Let me try to think of a way to answer this succinctly.
First, on the subject of maxing out characters or achieving very high ability scores to be considered "viable": "Viable" in DCC RPG means you survived a zero-level adventure and now get the chance to earn level 1. The game works on what I have come to call the "character funnel." First, everyone rolls three PCs per player. Their ability scores are 3d6 straight down the line, they're all 0-level with minimal equipment, and they have 1d4 hit points each. 1 or 2 (or sometimes all 3) of these PCs are killed in the first adventure, leaving each player with 1 or maybe 2 PCs at the end. Then, from this pathetic bunch of anti-heroes, classes are chosen based on what the survivors' ability scores and Luck rolls best suit them toward. I rarely see a character who rolls an 18 on anything -- and it is rarer still that such a PC survives level 0. (I actually played in a game two weeks ago where only one out of 21 0-level PCs rolled an 18 Strength. He was a hero! With +4 to hit he was always in the front lines stabbing away with his pitchfork. Unfortunately, heroes die fast in this game. He never made it to level 1. On the other hand, the pathetic farmers in the rear ranks did
survive...with their Str scores in the 8-11 range...)

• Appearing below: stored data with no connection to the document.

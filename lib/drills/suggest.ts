/**
 * Which drill families help with which problem (the knot's tags), ranked. The table is the
 * product's teaching advice in one place (DESIGN.md: each tag suggests drill families).
 */
import type { ProblemTag } from "./types";

/** Per tag, families from most to least useful. */
export const SUGGESTIONS: Readonly<Record<ProblemTag, readonly string[]>> = {
  rhythm: ["rhythm-variants", "scale-rhythm", "tempo-ladder", "stops", "lift-rests", "ornaments"],
  evenness: ["rhythm-variants", "stops", "chaining", "note-pairs", "thumb-pairs", "tempo-ladder", "ornaments"],
  rotation: ["pivot-walk", "held-tone", "blocking", "note-pairs", "rhythm-variants"],
  "lateral move": ["blocking", "chaining", "lift-rests", "thumb-pairs", "octave-shift", "sequence"],
  release: ["lift-rests", "stops", "blocking", "tempo-ladder"],
  leap: ["lift-rests", "octave-shift", "stops", "blocking", "tempo-ladder"],
  voicing: ["voice-isolation", "doubles", "octave-doubling", "held-tone", "note-pairs"],
  stretch: ["blocking", "pivot-walk", "note-pairs", "octave-shift"],
  coordination: ["voice-isolation", "octave-doubling", "tempo-ladder", "sequence", "rhythm-variants", "blocking"],
};

/**
 * Family ids for a set of problem tags, best first: a family scores more the earlier it comes in
 * each tag's list, and scores add up across tags. Ties keep the order of first mention.
 *
 * @example
 * suggestFamilies(["rotation"]); // ["pivot-walk", "held-tone", "blocking", "note-pairs", "rhythm-variants"]
 */
export function suggestFamilies(tags: readonly ProblemTag[]): string[] {
  const score = new Map<string, number>();
  for (const tag of new Set(tags)) {
    const list = SUGGESTIONS[tag] ?? [];
    list.forEach((id, i) => score.set(id, (score.get(id) ?? 0) + (list.length - i) / list.length));
  }
  const order = [...score.keys()];
  return order.sort((a, b) => score.get(b)! - score.get(a)! || order.indexOf(a) - order.indexOf(b));
}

This is the "character funnel" and it is how I ensure there is no min-maxing or power gaming. All chargen is randomized and every character has to "run the gauntlet" at 0-level simply to survive.
Second, regarding monster construction, 3E had this elaborate process for the correlations between monster HD, AC, ability scores, skill points, and so on. Remember how it would take forever
to build a monster in 3E? (Side note: I had to actually hire stat editors under 3E to specifically check all the math on the published stat blocks -- too many interconnected complexities!) This annoyed me not just for the time expenditure but because it has absolutely no impact on game play.
Little-publicized fact regarding my attitude toward stat blocks: yes, I hired stat editors to proof them because there is a segment of the gaming public that demands accurate stat blocks, but wow, does it really matter?? At all?? If you forget the synergy bonus on Climb in the orc warlord's stat block, will it EVER come up in game play? No!! Rules that do not affect game play should simply not exist. Rules that the players will never encounter should simply never be published. There was far too much complexity in 3E which simply had no impact on game play. I could run a game where the orc had the exact right stat block, and run another one where I slapped something together that was more-or-less right, and to the players
those two games felt the same. So why spend all that time on the monster stat blocks?? If a rule doesn't impact the players, don't waste the pages to print it. This is why we have 400-page rule books nowadays, when the game took 64 pages to explain in 1982...
Okay, rant mode off, but you see my point. In DCC RPG the monster creation system is much more free-form. As such there will be plenty of examples for monsters to use as examples, and the judge is encouraged to create many of his own monsters, too. There are plenty of examples in literature of creatures that have legitimately 20-plus armor classes (the iron statues faced by Conan in Iron Shadows of the Moon immediately come to mind) but there is no system mandating that "a 10 HD creature must have a +7 armor class bonus", so there will be no direct correlation between HD and AC unless the judge so wills it.
As for the "combat slog," again, opposite circumstance. Combat ends quickly. PCs still die way too fast. Working on it.
I guess the simplest way to answer is to say: I really like the core mechanic of 3E, which is to "roll d20, add something, and try to score high enough to beat a target value." That doesn't mean I like feats, skill points, attacks of opportunity, miniatures, combat grids, the monster stat system, prestige classes, or certain other things that add complexity...
Hope that helps. Bit of a rant but I hope it makes sense.